On était sous le choc. Je ne sais pas si les joueurs du Bayern étaient si heureux que ça... ils avaient fait le job. Certains avaient échangé les maillots et j'ai vu des joueurs verts soulever la coupe. C'est bizarre. On est dans un autre film. Et le lendemain, sur les Champs-Elysées, on était heureux de voir les gens heureux. Mais le moment que j'ai plus apprécié, c'est quand on a retrouvé nos supporters à Geoffroy-Guichard. Chez nous.
La saison suivante, notreparcours s'arrête en quarts face à Liverpool. J'avais marqué à l'aller à ,Geoffroy-Guichard d'un revers du pied gauche. Mon missile des 35 mètres à Anfield sous la barre de Ray Clemence ? Je savais que les ballons anglais avaient une trajectoire un peu bizarre. J'ai frappé et Anfield s'est tu. C'est une fierté. Hélas ça n'a pas suffi. On est retourné en Angleterre en 1977-1978 au premier tour de la Coupe des Coupes face à Manchester United. Là, c'était vraiment la fin de cette histoire.

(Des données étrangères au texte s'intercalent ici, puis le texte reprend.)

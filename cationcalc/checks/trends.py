"""Trend checks: orders a chemist reads at a glance, each pass/fail with its numbers and the experimental source.

Hyperconjugation along methyl > ethyl > 2-propyl > tert-butyl, resonance
against the same substitution, benzyl against tert-butyl and 2-propyl,
aromatic stabilization among isomers, σ cations, the vinylic 2-propenyl
cation, and the σ⁺ series (in the protocol's medium and in the run's).  A check is ``None`` (n/a) when a number it needs
was not computed.

Example
-------
>>> from cationcalc.checks.trends import _order
>>> _order([260.0, 250.0, 240.0]), _order([260.0, None])
(True, None)
"""

from __future__ import annotations

from cationcalc.checks.reference_sets import (BROWN_OKAMOTO, HOULE_1979, IPEPICO_2010, ISOMERS, KEISTER_1993,
                                              LIAS_1988, SIGMA_PLUS_MEDIUM, TORMA_2019, TREND_CATIONS)
from cationcalc.chem.species import carbocation


def _trend(name: str, expectation: str, computed: str, experiment: str, source: str, passed: bool | None,
           note: str = "", status: str = "read") -> dict:
    """One row of the trend table; ``status`` says how the experimental value was obtained (read/derived/recalled)."""
    return {"check": name, "expectation": expectation, "computed": computed, "experiment": experiment,
            "source": source, "status": status, "passed": passed, "note": note}


def _hia_of(hia: dict[str, dict], smiles: str) -> float | None:
    rec = hia.get(carbocation(smiles).smiles)
    if rec is None or rec.get("error"):
        return None
    return rec["hia_kcal_mol"]


def _order(values: list[float | None]) -> bool | None:
    if any(v is None for v in values):
        return None
    return all(a > b for a, b in zip(values, values[1:]))


def _fmt(v: float | None, digits: int = 1) -> str:
    return "n/a" if v is None else f"{v:.{digits}f}"


def trend_checks(hia: dict[str, dict], isomer_h: dict[str, dict[str, float | None]], correlations: dict[str, dict],
                 gas_table: dict[str, float]) -> list[dict]:
    """The trend table: each check pass/fail with the computed numbers and the experimental order's source.

    ``hia``: canonical cation SMILES → hia record; ``isomer_h``: formula →
    name → enthalpy relative to the aromatic ion (kcal/mol); ``correlations``:
    evaluated σ⁺ sets; ``gas_table``: experimental HIA by table name.
    """
    h = {name: _hia_of(hia, smi) for name, smi in TREND_CATIONS.items()}
    return (_substitution_trends(h, gas_table) + _benzyl_trends(h, gas_table) + _aromatic_trends(isomer_h, gas_table)
            + _unsaturated_cation_trends(h, gas_table) + _sigma_plus_trends(correlations))


def _substitution_trends(h: dict[str, float | None], gas_table: dict[str, float]) -> list[dict]:
    """Hyperconjugation along the alkyl series, and resonance against the same substitution."""
    series = [h["methyl"], h["ethyl"], h["2-propyl"], h["tert-butyl"]]
    out = [_trend(
        "hyperconjugation", "HIA methyl > ethyl > 2-propyl > tert-butyl",
        " > ".join(_fmt(v) for v in series),
        f"{gas_table['methyl']} > {gas_table['ethyl']} > {gas_table['2-propyl']} > 236.7",
        f"methyl, ethyl: {HOULE_1979}; 2-propyl: {IPEPICO_2010}; {KEISTER_1993}", _order(series))]
    for name, partner in (("1-phenylethyl", "2-propyl"), ("1-methylallyl", "2-propyl"), ("cumyl", "tert-butyl")):
        a, b = h[name], h[partner]
        out.append(_trend(
            f"resonance: {name} vs {partner}", f"HIA {name} < {partner} (same substitution, π-conjugated)",
            f"{_fmt(a)} vs {_fmt(b)} (Δ {_fmt(None if a is None or b is None else a - b)})",
            "order only", "common practice, no source", None if a is None or b is None else a < b))
    return out


def _benzyl_trends(h: dict[str, float | None], gas_table: dict[str, float]) -> list[dict]:
    """The primary benzyl cation against tert-butyl and 2-propyl, as the gas-phase measurements order them."""
    a, b = h["benzyl"], h["tert-butyl"]
    out = [_trend(
        "benzyl (primary) vs tert-butyl", "HIA benzyl > tert-butyl (published gas-phase values)",
        f"{_fmt(a)} vs {_fmt(b)}", f"{gas_table['benzyl (0 K, onset)']} (0 K) vs 236.7", f"{TORMA_2019}; {KEISTER_1993}",
        None if a is None or b is None else a > b,
        "textbooks rank benzylic with tertiary; the gas-phase measurements put the primary benzyl cation "
        "about 4 kcal/mol less stable than tert-butyl, and the check follows the measurements")]
    a, b = h["benzyl"], h["2-propyl"]
    exp_gap = gas_table["2-propyl"] - gas_table["benzyl (0 K, onset)"]
    out.append(_trend(
        "benzyl vs 2-propyl", "HIA benzyl < 2-propyl",
        f"{_fmt(a)} vs {_fmt(b)} (gap {_fmt(None if a is None or b is None else b - a)})",
        f"{gas_table['benzyl (0 K, onset)']} vs {gas_table['2-propyl']} (gap {exp_gap:.1f})",
        f"{TORMA_2019}; {IPEPICO_2010}", None if a is None or b is None else a < b,
        "GFN2-xTB compresses this gap (benzyl is overestimated more than 2-propyl)"))
    return out


def _aromatic_trends(isomer_h: dict[str, dict[str, float | None]], gas_table: dict[str, float]) -> list[dict]:
    """The aromatic ion lowest in enthalpy among its isomers (C7H7+, C3H3+)."""
    out = []
    for formula, group in ISOMERS.items():
        names = list(group)
        rel = isomer_h.get(formula, {})
        others = [rel.get(n) for n in names[1:]]
        passed = None if any(v is None for v in others) else all(v > 0 for v in others)
        if formula == "C7H7+":
            # ΔfH(benzyl+) − ΔfH(tropylium+) from the two 0 K onsets (HIA0) and ΔfH of toluene (12.0) and
            # cycloheptatriene (43.9 kcal/mol), values from memory of the NIST/Pedley compilations
            exp_gap = (gas_table["benzyl (0 K, onset)"] - gas_table["tropylium (0 K, onset)"]) + (12.0 - 43.9)
            exp_text = f"benzyl +{exp_gap:.1f}"
            src, status = TORMA_2019, "derived"
        else:
            exp_text = "propargyl ≈ +25"
            src, status = LIAS_1988, "recalled"
        out.append(_trend(
            f"aromatic stabilization {formula}", f"{names[0]} lowest in enthalpy among {', '.join(names)}",
            ", ".join(f"{n} {_fmt(rel.get(n)) if n != names[0] else '0'}" for n in names) + " kcal/mol",
            exp_text, src, passed, status=status))
    return out


def _unsaturated_cation_trends(h: dict[str, float | None], gas_table: dict[str, float]) -> list[dict]:
    """σ cations (vinyl, phenyl) against 2-propyl, and the vinylic 2-propenyl cation against allyl."""
    out = []
    for name in ("vinyl", "phenyl"):
        a, b = h[name], h["2-propyl"]
        out.append(_trend(
            f"σ cation: {name} vs 2-propyl", f"HIA {name} > 2-propyl",
            f"{_fmt(a)} vs {_fmt(b)}", {"vinyl": "≈289", "phenyl": "≈287"}[name] + f" vs {gas_table['2-propyl']}",
            f"{LIAS_1988}; 2-propyl: {IPEPICO_2010}",
            None if a is None or b is None else a > b, status="recalled"))
    a, b = h["2-propenyl"], h["allyl"]
    out.append(_trend(
        "2-propenyl (vinylic) vs allyl", "HIA 2-propenyl > allyl",
        f"{_fmt(a)} vs {_fmt(b)} (Δ {_fmt(None if a is None or b is None else a - b)})",
        f"≈261 vs {gas_table['allyl']}", f"2-propenyl: {LIAS_1988}; allyl: J. Phys. Chem. A 2009, 113, 10710",
        None if a is None or b is None else a > b,
        "a known failure of GFN2-xTB, which overstabilizes vinyl cations", status="recalled (2-propenyl)"))
    return out


def _sigma_plus_trends(correlations: dict[str, dict]) -> list[dict]:
    """The σ⁺ series: HIA rises with σ⁺ with r ≥ 0.95, for each evaluated series (protocol medium, then the run's)."""
    out = []
    solution = f"ALPB({SIGMA_PLUS_MEDIUM})"
    for key, label in (("sigma_benzyl_solution", f"para-benzyl, {solution}"),
                       ("sigma_cumyl_solution", f"para-cumyl, {solution}"),
                       ("sigma_benzyl", "para-benzyl"), ("sigma_cumyl", "para-cumyl")):
        c = correlations.get(key)
        if c is None:
            continue
        ok = None if c.get("r") is None else bool(c["sign_ok"] and c["r"] >= 0.95)
        out.append(_trend(
            f"σ⁺ series: {label}", "HIA rises with σ⁺ (slope > 0, ρ⁺ < 0), r ≥ 0.95",
            (f"n {c['n']}, slope {_fmt(c['slope'])} kcal/mol/σ⁺, ρ⁺ {_fmt(c.get('rho_plus'))}, r {_fmt(c['r'], 3)}"
             if c.get("r") is not None else "n/a"),
            "σ⁺ constants", BROWN_OKAMOTO, ok))
    return out


__all__ = ["trend_checks"]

Jean-Michel était parti, beaucoup étaient en fin de contrat, les dirigeants avaient fait beaucoup d'argent avec notre épopée, c'était les premiers contrats à temps... Chacun avait peut-être des objectifs différents... À l'aller, chez nous, ça a commencé à chauffer avec les hooligans dès le lever de rideau, il y a eu des blessés, et le retour s'est joué à Plymouth à cause de ça."